Tuesday, October 4, 2011

Cellular transformation may aid in creating tissues

Currently, stem cells are used to artificially create cells of interest, by guiding them towards a certain cellular fate. A molecule, which functions as a modulator of gene transcription, shows that it is possible to convert a cell directly from one type to another, without the need for stem cells. By showing that cells can be directly transformed into other cell types, a feat that was long thought to be only possible in stem cells, scientists have new options to create tissue that can be used for treatment.

In their experiments, certain cells from the blood were transformed from one type to another. For this, a transcription factor called C/EBPα was needed that changes the gene expression of cells: some genes are switched on, while others are switched off. The change in expression pattern seemed to change the cell type, the scientists noted after genetic analysis. Normally, when cells differentiate, they have to be reversed to a primitive stage. From the experiments could be concluded that the typical genes involved with this process, called retrodifferentiation, were absent, which lead to the conclusion that the cells transformed directly, without going back to a more primitive stage.

To create a certain cells, for example neurons, scientists often make use of stem cells. These primitive cells have the capability to differentiate into a wide variety of cells, and we have found several ways to control this process. To make things even easier, it is possible to transform already differentiated adult cells back into stem cells, without the need to harvest them from embryos. However, this process costs a lot of time and effort. Therefore, being able to transform adult cells directly into a desired cell type can make creating tissue easier.

We try making cells and tissues ourselves, because in some cases the body is unable to restore tissue after damage. Neurons from the nervous system are the most famous example. These cells rarely grow back, which makes brain and spinal cord damage often permanent. Patients that suffered from a stroke often find themselves with permanent loss of function, something that could possibly be reversed if we find ways to create and administer the cells that make up the lost tissue.
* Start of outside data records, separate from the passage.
"""The recovery after switch-off, alone (through the origin) and jointly with the heating window (one k).

The recovery window is where the probe model (or the line's intercept α) predicts the recovery's line to hold;
see ``cooling`` and METHODS.md, "Recovery".
"""

from __future__ import annotations

import numpy as np

from .. import window as win
from ..cooling import CoolingFit, RecoveryWindow, choose_recovery_window, fit_recovery, recovery_candidates
from ..driftfit import DriftFit, fit_with_drift
from ..record import SensorRecord
from ..superposition import compress_steps
from .base import Estimate, Found, MethodResult, Options
from .stepmodels import step_models, window_u


def heating_reference(found: Found) -> MethodResult | None:
    """The heating result the recovery is read against: the line when it worked, else the probe model."""
    return found.converged("line") or found.credible("model")


class RecoveryMethod:
    """Heater sensor, heater switched off: ΔT = X/(4πk) through the origin on the recovery window, level and
    drift as the baseline gave them (``cooling.fit_recovery``; the joint fit is where the recovery pins the
    drift)."""

    name = "recovery"

    def fit(self, rec: SensorRecord, opts: Options, found: Found) -> MethodResult | None:
        run, g = rec.run, rec.geometry
        ref = heating_reference(found)
        if run.t_off is None or not g.on_heater or ref is None or ref.window_s is None:
            return None
        t, t_off = run.t, run.t_off
        after = np.nonzero((t > t_off) & (run.q > 0))[0]
        t_last = float(t[after[0] - 1]) if after.size else float(t[-1])
        cand = recovery_candidates(t, run.Q, t_off, t_last)
        # without a baseline the zero of ΔT is unknown: keep a free offset, judge the slope
        free = not rec.baseline.present
        try:
            cw = _recovery_window(rec, t[cand], ref.window_s[0], step_models(rec, found), free)
            fit = fit_recovery(t, rec.dT, run.X, run.Q, cw.t_start, cw.t_end, rec.baseline.rate_u_K_per_s,
                               free_offset=free, level_u_K=rec.baseline.offset_u_K, window_u_rel=cw.window_u_rel)
        except ValueError as e:
            notes = [f"recovery not analysed: {e}"] if np.count_nonzero(t > t_off) > 0 else []
            return MethodResult(self.name, None, converged=False, why=str(e), notes=notes)
        stat = fit.k_u_stat_W_per_mK / fit.k_W_per_mK  # noise, the baseline's slope and level carried through
        k = Estimate(fit.k_W_per_mK, {"statistical": stat, "window": fit.window_u_rel}, "recovery")
        return MethodResult(self.name, k, window_s=fit.window_s, residual_rms_K=fit.resid_rms_K, n_used=fit.n,
                            why=cw.reason, fit=fit)


class JointMethod:
    """Baseline, heating window and recovery window fitted together: one k, the drift pinned at both ends."""

    name = "joint"

    def fit(self, rec: SensorRecord, opts: Options, found: Found) -> MethodResult | None:
        recovery, ref = found.converged("recovery"), heating_reference(found)
        if recovery is None or ref is None or ref.window_s is None:
            return None
        run = rec.run
        t = run.t
        cw = recovery.fit
        heat = run.heat & (t >= ref.window_s[0]) & (t <= ref.window_s[1])
        cool = (t >= cw.window_s[0]) & (t <= cw.window_s[1]) & (run.Q == 0)
        try:
            df = fit_with_drift(t, rec.T, run.X, run.Q, base=t < 0, heat=heat, cool=cool,
                                drift_free=rec.baseline.present)
        except ValueError as e:
            return MethodResult(self.name, None, converged=False, why=str(e), notes=[f"recovery not analysed: {e}"])
        wu = window_u(rec, df, step_models(rec, found)[:1])
        wu = wu if wu is not None else cw.window_u_rel
        k = Estimate(df.k_W_per_mK, {"statistical": df.u_stat_rel, "drift": df.u_drift_rel, "window": wu},
                     "joint heating and recovery")
        fit = _cooling("joint", df, (float(df.t_rows[df.t_rows > 0][0]), float(df.t_rows[-1])), wu,
                       cw.free_offset)
        return MethodResult(self.name, k, window_s=fit.window_s, residual_rms_K=df.resid_rms_K, n_used=df.n,
                            fit=fit, drift=df)


def _cooling(kind: str, df: DriftFit, window: tuple[float, float], window_u: float, free: bool) -> CoolingFit:
    """The fit in the shape plots and reports read (``cooling.CoolingFit``)."""
    return CoolingFit(kind, df.k_W_per_mK, df.k_W_per_mK * df.u_rel, window, df.n, df.resid_rms_K, df.rho1,
                      window_u, free)


def _recovery_window(rec: SensorRecord, t_rec: np.ndarray, heat_start: float, step_models: list[win.StepModel],
                     free: bool) -> RecoveryWindow:
    """The recovery window from the first step model that gives one (see ``cooling.choose_recovery_window``)."""
    run = rec.run
    t_off = run.t_off
    assert t_off is not None
    if not step_models or t_rec.size == 0:
        return choose_recovery_window(t_rec, None, t_off, heat_start)
    keep = run.steps_t <= t_off
    st, sdq = compress_steps(run.steps_t[keep], run.steps_dq[keep])
    failed: list[ValueError] = []
    for m in step_models:
        level_err, slope_err = win.recovery_errors(t_rec, st, sdq, m)
        try:
            return choose_recovery_window(t_rec, slope_err if free else level_err, t_off, heat_start)
        except ValueError as e:
            failed.append(e)
    raise failed[0]
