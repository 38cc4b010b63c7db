"""The "heating can stop" verdict: one rule for the live screen, the offline ``stable_at_s`` and the automatic stop.

It answers a prediction: if heating stopped now rather than at the planned end T, how far could the k the
reduction reports move? Both answers are predicted, for every medium the data still allow:

- **the media**: the probe model (cylinder with heat capacity and contact, Blackwell 1954; Jaeger 1956;
  ``probe_model.response_stehfest``; with the finite-line factor ½[erf(z/2√(αt)) + erf((L − z)/2√(αt))] for the
  heater's length) is fitted to the heating so far for each medium heat capacity ρc on a grid over
  ``RHO_C_RANGE`` (k from the slope, the contact h from the intercept); the ρc whose fit is within
  ``ADMIT_CHI2`` noise variances of the best are admissible (≈ 95 %), and each gives its own k, α and h.
- **what a stop now reports**: the late-time line over the reduction's own window (start where the probe's
  slope error is under 1 %, at least 0.1·t, half a decade kept), or the probe model's k when that window is
  shorter than a factor 2 (the reduction then reports the model);
- **what the full heating would report**, medium by medium: the same choice at T, the line carrying the slope
  error its window leaves (the **window's model error**), axial loss included;
- **statistical**: the difference of two fits to the same noise (residual scatter, AR(1)-inflated, and the
  overlap of the windows [0.1·t, t] and [0.1·T, T]); **drift**: an error δ in the baseline slope tilts each
  window by δ·cov(t/Q, u)/var(u), so heating on changes k by δ times the difference (δ the baseline's u).

"Can stop" when max over the media |now/full − 1| + 2·√(statistical² + drift²) ≤ tolerance, and none of these
holds: the line's window is short (less than a factor 2 in time or 20 samples); no medium explains the heating
(a boundary, moisture moving); axial loss would bend the line before T (heater length and the largest admissible
α); no baseline (drift unknown); or no recovery window would be left for the heat–cool cross-check.

It is judged on a fixed grid of ``GRID_PER_DECADE`` checkpoints per decade of time (at the first sample at or
after each grid time), from prefix sums kept only at those checkpoints: memory and time per run grow with the
number of decades, not of samples, and a sample-by-sample feed (live) and an array feed (offline) reach the same
verdict at the same sample.

The first "can stop" is latched (``first_at_s``). If the k a stop would report later moves from its value at the
verdict by more than the tolerance, the verdict is withdrawn (shown until the rule says "can stop" again).
"""

from __future__ import annotations

import math
from collections.abc import Callable
from dataclasses import dataclass, field, replace
from typing import Any

import numpy as np
from scipy.special import exp1

from . import window as win
from .cooling import RECOVERY_END_FACTOR, choose_recovery_window
from .linesource import RHO_C_FLOOR, RHO_C_LIMITS, TREND_TOL, TREND_Z
from .probe_model import long_time_response, response_stehfest
from .stats import ar1_inflation

DEFAULT_TOLERANCE = 0.02
GRID_PER_DECADE = 32
WATCH_EVERY = 4             # once a verdict stands, every 4th checkpoint is judged (for a withdrawal)
CHECK_BACK = 0.5            # predictions since half the elapsed time are held to what happened (no source)
FLOOR = 0.1                 # window [0.1·t, t]: the offline line's floor (linesource.FLOOR_FRACTION)
MIN_POINTS = 20             # the offline line's "short" (linesource.MIN_POINTS)
SHORT_SPAN_LN = math.log(2.0)
COVERAGE = 2.0              # k = 2 on the random part of the change (≈ 95 %)
RHO_C_RANGE = np.geomspace(*RHO_C_LIMITS, 7)  # the media weighed (``linesource.RHO_C_LIMITS``, with sources)
START_TOL = 0.01            # the reduction's window: slope error at its start (linesource.START_TOL) …
END_FLOOR = 0.3             # … the axial limit never before 0.3·t (linesource.END_FLOOR) …
HALF_DECADE_LN = 0.5        # … and at least half a decade kept (linesource.choose_window)
SHAPE_BINS = 16             # the media are judged on at most this many bins
ADMIT_CHI2 = 4.0            # a ρc is admissible when its fit's SSE is within 2² noise variances of the best (≈ 95 %)
SHAPE_FROM = 0.03           # the media are judged on the heating since 0.03·t (earlier: the probe's own details)
MISFIT = 0.01               # model imperfection allowed: 1 % of the rise per ln-unit, as extra noise (no source)
AXIAL_TOL = 0.01            # the offline window's axial-loss end criterion (linesource.END_TOL)
H_MAX = 5.0
LATE_TAU = 200.0            # past this dimensionless time the probe's response is taken from its expansion
_NODES = 24
_U0 = 5.0                   # u is summed as u − 5 (≈ ln 150 s): smaller powers, better-conditioned moments

# prefix-sum columns: per sample, then lag-1 products (pair of a sample with the one before it)
_N, _U, _Y, _UU, _UY, _YY, _T, _W, _WU, _PYY, _PYU, _PUY, _PUU, _PU, _PY = range(15)
_COLS = 15


@dataclass(frozen=True)
class ProbeFacts:
    """What the rule knows about the probe and the sensor that drives it (SI; None: unknown)."""

    radius_m: float | None = None            # sensor radius: the probe radius for a sensor on the heater
    probe_C_J_per_m3K: float | None = None   # probe heat capacity (only for a sensor on the heater)
    length_m: float | None = None            # heated length
    axial_m: float | None = None             # sensor distance from the heater's tip (None: mid-length)
    sample_radius_m: float | None = None     # a finite sample around the probe (None: unbounded ground)

    @classmethod
    def of(cls, probe: Any, sensor: str) -> ProbeFacts:
        """From a ``ProbeProfile`` (or None) and the sensor name, as the live reducer and the reduction read it."""
        if probe is None:
            return cls()
        on_heater = not probe.has_sensor(sensor) or probe.sensor(sensor).is_on_heater
        r = probe.sensor_radius_m(sensor) if probe.has_sensor(sensor) else probe.radius_m
        axial = None
        if probe.has_sensor(sensor) and probe.sensor(sensor).axial_mm is not None:
            axial = probe.sensor(sensor).axial_mm * 1e-3
        cap = probe.heat_capacity_J_per_m3K if on_heater else None
        return cls(r, cap or None, probe.length_m, axial, probe.sample_radius_m)


@dataclass(frozen=True)
class StopSettings:
    """The operator's side of the verdict: the tolerance on k and the heating planned (None: the record's own)."""

    tolerance: float = DEFAULT_TOLERANCE
    planned_heat_s: float | None = None

    def __post_init__(self) -> None:
        if not (0 < self.tolerance < 1):
            raise ValueError(f"stop tolerance must be a fraction between 0 and 1 (0.02 = 2 %), got {self.tolerance}")
        if self.planned_heat_s is not None and not self.planned_heat_s > 0:
            raise ValueError(f"planned heating must be > 0 s, got {self.planned_heat_s}")


@dataclass(frozen=True)
class Judgement:
    """The rule at one checkpoint. ``bound_rel`` is the predicted 95 % bound on |Δk|/k from stopping now."""

    t_s: float
    can_stop: bool
    k_W_per_mK: float
    bound_rel: float
    terms: dict[str, float]
    reason: str
    recover_s: float | None = None            # stop plan: recovery to log after stopping now
    recovery_window_s: tuple[float, float] | None = None


@dataclass(frozen=True)
class Verdict:
    """What the operator is told (``to_dict`` for events and JSON; relative values as fractions)."""

    tolerance: float
    planned_heat_s: float
    judged_at_s: float | None = None
    can_stop: bool = False
    bound_rel: float | None = None
    terms: dict[str, float] = field(default_factory=dict)
    reason: str = "not judged yet"
    first_at_s: float | None = None
    at_s: float | None = None                 # the verdict that stands (or was withdrawn)
    k_at_W_per_mK: float | None = None
    moved_rel: float | None = None            # the rule's k now against k at the verdict
    withdrawn: bool = False
    recover_s: float | None = None
    recovery_window_s: tuple[float, float] | None = None
    power_W: float | None = None              # planned heater power (per metre × heated length), for the energy

    @property
    def stands(self) -> bool:
        """A verdict was given and has not been withdrawn."""
        return self.at_s is not None and not self.withdrawn

    def saved_s(self) -> float | None:
        """Heating time a stop at the verdict saves against the plan."""
        return None if self.at_s is None else max(self.planned_heat_s - self.at_s, 0.0)

    def saved_Wh(self) -> float | None:
        """Heater energy a stop at the verdict saves, at the planned power."""
        s = self.saved_s()
        return None if s is None or self.power_W is None else self.power_W * s / 3600.0

    def to_dict(self) -> dict[str, Any]:
        def clean(v: float | None) -> float | None:
            return None if v is None or not math.isfinite(v) else float(v)
        return {"tolerance": self.tolerance, "planned_heat_s": self.planned_heat_s,
                "judged_at_s": self.judged_at_s, "can_stop": self.can_stop, "bound_rel": clean(self.bound_rel),
                "terms": {k: clean(v) for k, v in self.terms.items()}, "reason": self.reason,
                "first_at_s": self.first_at_s, "at_s": self.at_s, "k_at_W_per_mK": clean(self.k_at_W_per_mK),
                "moved_rel": clean(self.moved_rel), "withdrawn": self.withdrawn, "saved_s": self.saved_s(),
                "saved_Wh": clean(self.saved_Wh()), "power_W": clean(self.power_W), "recover_s": self.recover_s,
                "recovery_window_s": list(self.recovery_window_s) if self.recovery_window_s else None}


def recovery_after_stop_s(heated_s: float, planned_heat_s: float, planned_recover_s: float) -> float:
    """How long to log the cooling after heating stopped at ``heated_s`` (the stop plan).

    The recovery window of the reduction ends at 3·t_h (``cooling.RECOVERY_END_FACTOR``), so 2·t_h after the
    switch-off gives the heat–cool cross-check all it can use; a plan that asked for relatively more cooling
    keeps its ratio of cooling to heating.
    """
    if heated_s >= planned_heat_s:
        return planned_recover_s
    return max((RECOVERY_END_FACTOR - 1.0) * heated_s, planned_recover_s * heated_s / planned_heat_s)
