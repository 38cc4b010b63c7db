"""Faults and quality flags in plain words, each with what to do next.

The daemon's reasons already say what happened; this adds the operator's next step. Matching is on words
the daemon's safety module uses, so an unknown reason still gets the general advice.
"""

from __future__ import annotations

# (words to look for, what to do next); first match wins, so the most specific come first.
_FAULT_ADVICE: tuple[tuple[tuple[str, ...], str], ...] = (
    (("another program",),
     "Something else is writing to the front end's port. Find and stop it (who is in the port's group?); the "
     "daemon keeps switching the heater off meanwhile. Start a run only once it is gone."),
    (("clock has stopped", "clock went back"),
     "The front end's clock stopped or jumped, so heating time cannot be trusted. Power-cycle the front end and "
     "check its firmware before the next run."),
    (("below the",),
     "The heater got less power than asked. Charge or swap the battery, check the heater leads and connector."),
    (("pre-check failed",),
     "Nothing was heated. Fix each item listed, then start the run again."),
    (("probe temperature", "probe already at"),
     "Let the probe cool to ground temperature, then start again with less power per metre."),
    (("temperature rise",),
     "The needle got too hot for this soil. Start again with less power per metre or a shorter heating time."),
    (("heating time",),
     "The run heated for longer than allowed. Shorten the planned heating time."),
    (("supply voltage", "battery"),
     "Charge or swap the battery, then start again. Measurements on a sagging supply are not trusted."),
    (("thermocouple", "channel"),
     "Check the probe plug and thermocouple lead; an open or damaged junction reads as a fault."),
    (("resistance", "no current", "heater open", "shorted"),
     "Check the heater leads and connector, and measure the heater resistance before the next run."),
    (("heater power",),
     "The source delivered more power than asked. Check the power supply settings and the heater leads."),
    (("heater on when it should be off",),
     "Unplug the heater now and check the front end; its output did not switch off when told."),
    (("front end", "no data", "lease", "restarted"),
     "Check the USB cable and the front end's power. Its lease has switched the heater off."),
    (("corrupted frames",),
     "Move the cable away from motors and mains leads, or use a shorter shielded cable."),
    (("database", "disk", "store"),
     "Free disk space or check the storage card; no run can start until writes work again."),
    (("internal error",),
     "The daemon hit an unexpected error and switched the heater off. Save its log for a bug report."),
)
_GENERAL = "The heater is off. Read the run's events in History, fix the cause, then start again."

FLAG_WORDS = {
    "window_short": "fit window still short",
    "residual_trend": "curve still bending in the window",
    "sample_wall": "window cut short by the sample's edge",
    "noise_high": "noisy readings",
    "rise_above_limit": "rise above the limit",
    "drift": "ground temperature drifting",
    "not_settled": "baseline had not settled",
    "no_baseline": "no baseline recorded",
}


def fault_advice(reason: str) -> str:
    """What the operator should do next after the daemon tripped for ``reason``."""
    low = reason.lower()
    for words, advice in _FAULT_ADVICE:
        if any(w in low for w in words):
            return advice
    return _GENERAL


def flag_words(flags: list[str] | tuple[str, ...] | None) -> list[str]:
    """Quality flags as short phrases; an unknown flag keeps its name with spaces."""
    return [FLAG_WORDS.get(f, f.replace("_", " ")) for f in flags or ()]
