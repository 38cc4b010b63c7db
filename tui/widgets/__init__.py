"""Widgets of the live screen and the helpers they share (plot specs, headroom, advice)."""
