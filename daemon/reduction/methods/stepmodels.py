"""What the window rules and the model-error terms know of probe and medium: ``window.StepModel`` per sensor.

The probe-model fit when it converged (α, h; α_J from its k/α). The line's intercept α with h = 0 when there is
no model, or as a second choice when the model and the line disagree by more than 3 %: a heating the two read
differently (a power log that was wrong for a while) can leave the model an α far off. A Blackwell cylinder when
the probe's heat capacity is known, an ideal line at the radius otherwise.
"""

from __future__ import annotations

import math

import numpy as np

from .. import window as win
from ..driftfit import DriftFit
from ..linesource import ALPHA_MAX, ALPHA_MIN, RHO_C_FLOOR, RHO_C_LIMITS, LateTimeFit
from ..record import SensorRecord
from ..superposition import compress_steps
from .base import Found

MODEL_LINE_REL = 0.03  # model and line k differ by more than this: the line's α is tried as well (no source)
# Diffusivity of soils, rocks and the reference liquids: 0.05 to 2 mm²/s (de Vries 1963 tables span about 0.1–1.5;
# the ends are widened, common practice, no source).
ALPHA_PLAUSIBLE = (5e-8, 2e-6)
MEDIA_RHO_C = np.geomspace(*RHO_C_LIMITS, 7)  # the media a window's model-error term weighs (``plausible_models``)


def step_models(rec: SensorRecord, found: Found, lf: LateTimeFit | None = None) -> list[win.StepModel]:
    """The step models in order of preference (empty without a probe radius); ``lf`` stands for the line's fit
    when the line is the one asking."""
    g = rec.geometry
    a_m, probe_C = g.probe_radius_m, g.probe_C_J_per_m3K
    if a_m is None:
        return []
    model, line = found.credible("model"), found.converged("line")
    sources: list[tuple[float, float, float]] = []
    if model is not None and model.fit.alpha_m2_per_s > 0:
        sources.append((model.fit.alpha_m2_per_s, model.fit.h, model.fit.k_W_per_mK))
    if lf is None and line is not None:
        lf = line.fit
    if lf is not None and lf.alpha_m2_per_s and (
            not sources or abs(sources[0][2] / lf.k_W_per_mK - 1) > MODEL_LINE_REL):
        sources.append((lf.alpha_m2_per_s, 0.0, lf.k_W_per_mK))
    out = []
    for i, (alpha, h, k) in enumerate(sources):
        # the intercept's α carries e^{2h} of contact and of the probe's own resistance: no more than the top of
        # soils and rocks (as the live window does)
        top = ALPHA_MAX if (i == 0 and model is not None) else ALPHA_PLAUSIBLE[1]
        alpha = min(max(alpha, ALPHA_MIN), top)
        out.append(win.StepModel(alpha, a_m, 2.0 * (k / alpha) / probe_C if probe_C else None, h, g.length_m,
                                 g.axial_m, *_sample(rec, k)))
    return out


def _sample(rec: SensorRecord, k: float) -> tuple[float | None, float | None]:
    """The sample's radius and the diffusivity its face is judged with (``window.wall_alpha``)."""
    r = rec.geometry.sample_radius_m
    return (r, win.wall_alpha(k, RHO_C_FLOOR)) if r else (None, None)


def plausible_models(rec: SensorRecord, found: Found, lf: LateTimeFit) -> list[win.StepModel]:
    """The probes and media the record cannot tell apart, for a window's model-error term.

    A probe model that describes the record: that one. Otherwise the line gives k, and its intercept α·e^{2h}
    only (h the contact and the probe's own resistance, Blackwell 1954 long-time form), so every medium with a
    volumetric heat capacity in ``RHO_C_LIMITS`` is as good: α = k/ρc, and the h that puts the intercept where
    it is, h = ½·ln(α_intercept/α), where that is not negative (a resistance is not). These are the stop rule's
    media (``stop_rule.RHO_C_RANGE``): the window term and the verdict weigh the same possibilities.
    """
    g = rec.geometry
    model = found.credible("model")
    if g.probe_radius_m is None:
        return []
    if model is not None:
        return step_models(rec, found, lf)[:1]
    if not lf.alpha_m2_per_s:
        return []
    k = lf.k_W_per_mK
    media = [(k / rc, rc, 0.5 * math.log(lf.alpha_m2_per_s * rc / k)) for rc in MEDIA_RHO_C]
    media = [m for m in media if m[2] >= 0.0] or [(lf.alpha_m2_per_s, k / lf.alpha_m2_per_s, 0.0)]
    out = []
    for alpha, rho_c, h in media:
        aj = 2.0 * rho_c / g.probe_C_J_per_m3K if g.probe_C_J_per_m3K else None
        out.append(win.StepModel(alpha, g.probe_radius_m, aj, h, g.length_m, g.axial_m, *_sample(rec, k)))
    return out


def departure(rec: SensorRecord, times: np.ndarray, model: win.StepModel) -> np.ndarray:
    """Σ Δq_j·G(t − t_j) at ``times``: the predicted departure from the superposed late-time line (W/m, in
    units of 1/(4πk) kelvin), over the power steps before each time."""
    run = rec.run
    times = np.asarray(times, dtype=float)
    st, sdq = compress_steps(run.steps_t, run.steps_dq)
    ages = times[:, None] - st[None, :]
    live = ages > 0
    out = np.zeros(times.size)
    if not np.any(live):
        return out
    G, _ = model.deviation(ages[live])
    full = np.zeros(ages.shape)
    full[live] = G
    return full @ sdq


def window_u(rec: SensorRecord, fit: DriftFit, models: list[win.StepModel],
             rows: np.ndarray | None = None) -> float | None:
    """The window's model error, a relative standard uncertainty of the fit's k (None: no model to say).

    Each model predicts the error of k its departure from the late-time line causes in the fit's rows. With one
    model the prediction is the half-width of a rectangular distribution, u = |e|/√3 (JCGM 100:2008 §4.3.7);
    with several (the splits of the intercept, each as likely) u is their RMS. ``rows`` (a mask over the fit's
    rows) limits the departure to those rows.
    """
    if not models:
        return None
    keep = np.ones(fit.t_rows.size) if rows is None else rows.astype(float)
    e = np.array([fit.bias_rel(departure(rec, fit.t_rows, m) * keep) for m in models])
    if e.size == 1:
        return abs(float(e[0])) / math.sqrt(3.0)
    return math.sqrt(float(np.mean(e * e)))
A lot of experimental therapies involve stem cells, but if the scientists find a way to use their proof of concept for more cell types, it would save a lot of time and hassle to create cells of choice. It might also be safer, as misguided stem cells can transform into something different, which possibly involves tumour formation.

It remains to be seen whether this concept works for all cells. During the experiments, certain blood cells were transformed into another type of cell that resides in the blood. Because they are of the same lineage, they are not as different as a liver cell compared with a brain cell, for example. However, this proof of concept shows direct transformation is possible, and paves the way for new studies that aim to investigate how we can transform more cell types, in order to more easily create the cells and tissues we want for treatment.